Give a non-linear ( if it helps, multi-linear ) system for the variable with $\mathbf{Z} = [\mathbf X_1, \ldots, \mathbf{X_n} ]^T$: $$ \dot{\mathbf{Z}} = F ( \mathbf{Z}, \mathbf{u} ) $$ and an unknown equilibrium point $\mathbf{Z^*}$ (i.e. 0 = F ($\mathbf{Z^*})$ ).

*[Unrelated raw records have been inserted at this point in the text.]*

C = X_A P_A is self-adjoint in the P_A inner product ⟨u, v⟩ = uᵀ P_A v, so a block Lanczos
process in that inner product needs only products with X_A and P_A (no square root, no
factorisation).  Its Ritz values interlace the exact eigenvalues from below (θ_i ≤ t_i, Cauchy),
so with the exact, cheap trace Σ t = tr(X_A P_A) − n/4 the whole deficit

    T = tr(X_A P_A) − n/4 − Σ_{i≤k} θ_i  ≥  Σ_{i≤k} (t_i − θ_i) + Σ_{i>k} t_i  ≥ 0

bounds both the unconverged part of the kept modes and the omitted ones, missed eigenvalues
included.  Every per-mode entropy is increasing and concave with s(0) = 0, so (while T/(n − k) is
below the smallest kept t) the error of the kept sum is at most (n − k)·s(T/(n − k)): a
:class:`~arealaw.Tail` with ``count = n − k`` and ``sum_t = T`` (plus rounding and block errors).

Ground states only: it pays when almost every mode sits at ν ≈ ½ (k ∝ boundary ≪ n).  A Gibbs state at T > 0 lifts every mode (ν ≥ ½ coth(ω_max/2T) in each normal
mode, and the region's bulk carries extensive thermal entropy), so T/(n − k) would stay large and
the tail bound useless: ``methods.restricted_plan`` never chooses it at T > 0 (the full dense
eigenproblem is used, or refused with its memory estimate).
"""

import enum
import math
from dataclasses import dataclass

import numpy as np
import scipy.sparse.linalg as spla

from .._errors import ConvergenceError
from ._measures import mode_entropy
from .._numerics import DEFAULT_ENTROPY_TOL, EPS, check_tol, require_memory
from ._symplectic import SymplecticSpectrum, Tail, symplectic_spectrum
from ..correlators import apply_operator, as_array, operator_trace
from .._progress import report
from ._block_krylov import band_ritz, dense_ritz, norm_bound, orthonormalize_block

__all__ = ["restricted_spectrum"]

Is there any known way to design such a control $\mathbf{u^*}$ for which:
- the point $\mathbf{Z^*}$ won't change position
- the equilibrium point under the new dynamics will be stable
?
Thanks in advance.
Yes this is possible (for some systems). You can take a look at:
Bazanella, Alexandre S., Petar V. Kokotovic, and Aguinaldo S. e Silva. "On the control of dynamic systems with unknown operating point." 1997 European Control Conference (ECC). IEEE, 1997.
In short, if you have a system:
$$ \dot{x}=f(x)+g(x)u $$
and $f(x^*) = 0$ but you don't know $x^*$ then you can use $u=\varphi(x-x^*)$ together with an adaptive control loop that estimates $x^*$:
$$ \begin{align} \dot{x} &= f(x)+g(x)\varphi(x-\theta)\\ \dot{\theta}&=A(x-\theta) \end{align} $$
In the paper you can find some ideas how you can find $A$.
They also have this example:
$$ \dot{x} = \sin(x) - \frac{1}{2}+u $$
Assume you don't know that one equilibrium is $x^*=\frac{\pi}{6} = 30°$. So:
$$ \begin{align} \dot{x} &= \sin(x) - \frac{1}{2}+u\\ u&=-k(x-\theta)\\ \dot{\theta}&=a(x-\theta) \end{align} $$
I use higher gains than in the paper: $k=150,a=-100$. Simulation with $x(0)=0,\theta(0)=0$:
You can see the controller stabilizes the unknown operating point at $x=30°$ without having any knowledge about that point.